Bug bounty programs have been around since 1983 (see box), the year Hagenah came into the world. SIX will launch its maiden bug bounty program in spring 2022. SIX will be conducting it in collaboration with HackerOne, the world’s largest platform for White Hats. HackerOne has paid out bounties totaling over 100 million US dollars since 2012. The portal of the industry leader currently lists almost 400 active bug bounty programs, many of them for illustrious clients like the US Defense Department, IBM, Twitter, and TikTok. “The goal of our bug bounty program is to find vulnerabilities on our website that we haven’t come across ourselves,” Hagenah explains.

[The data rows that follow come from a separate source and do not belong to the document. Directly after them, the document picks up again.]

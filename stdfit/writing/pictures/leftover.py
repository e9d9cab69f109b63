"""What is left of the readings without the model, and single connections without their mean."""

import numpy as np
from matplotlib.artist import Artist
from matplotlib.axes import Axes

from stdfit.validity.evidence.kept import Connections, KeptReadings
from stdfit.validity.evidence.standard import StandardEvidence
from stdfit.writing.pictures.frame import DASHED, DOTTED, dots, frequency_axis, mark_limit, ruled
from stdfit.writing.pictures.labels import at_the_end
from stdfit.writing.pictures.palette import LINES, MISFIT_COLOUR, PALETTE

ROOM = 1.6
"""The axis ends at this multiple of the largest misfit and residual within the range that is used."""

NAMED = 6
"""Connections that have a line of their own look; of more, the one that lies farthest has."""

MOST_POINTS = 120
"""Readings that are drawn: more of them touch each other."""


def draw_residuals(
    axes: Axes, one: StandardEvidence, readings: KeptReadings
) -> tuple[list[Artist], list[str]]:
    """Draw real and imaginary part of reading minus model, the misfit and the whole bound; return the key too."""
    size = frequency_axis(axes, one.frequency_hz)
    step = max(1, -(-readings.frequency_hz.size // MOST_POINTS))
    x, at = one.frequency_hz / size, readings.frequency_hz[::step] / size
    left, end = readings.residual[::step], shown_to(one, readings)
    ruled(axes, "reading − model", (-end, end), float(one.frequency_hz[-1]))
    wide = [("bound", one.bound, "rest", 0.5), ("misfit", one.misfit, MISFIT_COLOUR, 0.3)]
    wide = [each for each in wide if each[1].any()]
    areas: list[Artist] = [
        axes.fill_between(*(x, -half, half), facecolor=PALETTE[colour], alpha=strength, linewidth=0.0)
        for _, half, colour, strength in wide
    ]
    points: list[Artist] = [
        dots(axes, at, left.real, "series-1"),
        dots(axes, at, left.imag, "series-3", flat=True),
    ]
    handles = [*points, *reversed(areas)]
    labels = ["real part", "imaginary part", *(name for name, *_ in reversed(wide))]
    if one.fit_top_hz < 0.999 * float(one.frequency_hz[-1]):
        handles.append(axes.axvline(one.fit_top_hz / size, color=PALETTE["quiet"], linewidth=0.9))
        labels.append("end of the fit")
    mark_limit(axes, one.limit_hz, size)
    return handles, labels


def shown_to(one: StandardEvidence, readings: KeptReadings) -> float:
    """Return where the axis of residuals ends."""
    used_hz = max(one.limit_hz, one.fit_top_hz)
    left = np.maximum(np.abs(readings.residual.real), np.abs(readings.residual.imag))
    most = [float(left[readings.frequency_hz <= used_hz].max(initial=0.0))]
    most.append(float(one.misfit[one.frequency_hz <= used_hz].max(initial=0.0)))
    return max(ROOM * max(most), 1e-5)


def draw_connections(axes: Axes, one: StandardEvidence, connections: Connections) -> list[Artist]:
    """Draw how far each connection lies from their mean, one line for each, named at its end."""
    size = frequency_axis(axes, one.frequency_hz)
    at, away = connections.frequency_hz / size, np.abs(connections.deviations)
    top = 1.08 * max(float(away.max()), float(connections.expected.max()), 1e-6)
    ruled(axes, "|connection − mean|", (0.0, top), float(one.frequency_hz[-1]))
    few, most = away.shape[0] <= NAMED, connections.farthest()[0] - 1
    artists: list[Artist] = []
    ends, labels, colours = [], [], []
    for k, row in enumerate(away):
        named = few or k == most
        colour = LINES[k % len(LINES)] if few else "series-2" if named else "rest"
        artists += axes.plot(
            *(at, row),
            color=PALETTE[colour],
            linestyle=DASHED if few and k >= len(LINES) else "solid",
            linewidth=1.2 if named else 0.7,
            zorder=2.5 if named else 2.0,
        )
        if named:
            ends.append(float(row[-1]))
            labels.append(str(k + 1))
            colours.append(colour)
    artists += axes.plot(at, connections.expected, color=PALETTE["quiet"], linewidth=1.1, linestyle=DOTTED)
    ends.append(float(connections.expected[-1]))
    return [
        *artists,
        *at_the_end(axes, [end / top for end in ends], [*labels, "expected"], [*colours, "quiet"]),
    ]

He cites three reasons why that should work: “First, external hackers bring along their own ideas. Second, participants in the program vastly outnumber the members of my team. And third, a bug bounty program runs for years – a pen test is often over in a week.” Depending on the experiences gained by SIX with the bug bounty program, the principle can be extended, for example, to the cloud or to internal systems at SIX, Hagenah explains.
It is vital to Hagenah to keep an ear to the ground in the hacker scene because cybersecurity is incredibly dynamic, he says. In this context, a bug bounty program serves not just to gain knowledge about security vulnerabilities at SIX, but also helps to make a name for SIX among the world’s best ethical hackers as a client, he adds.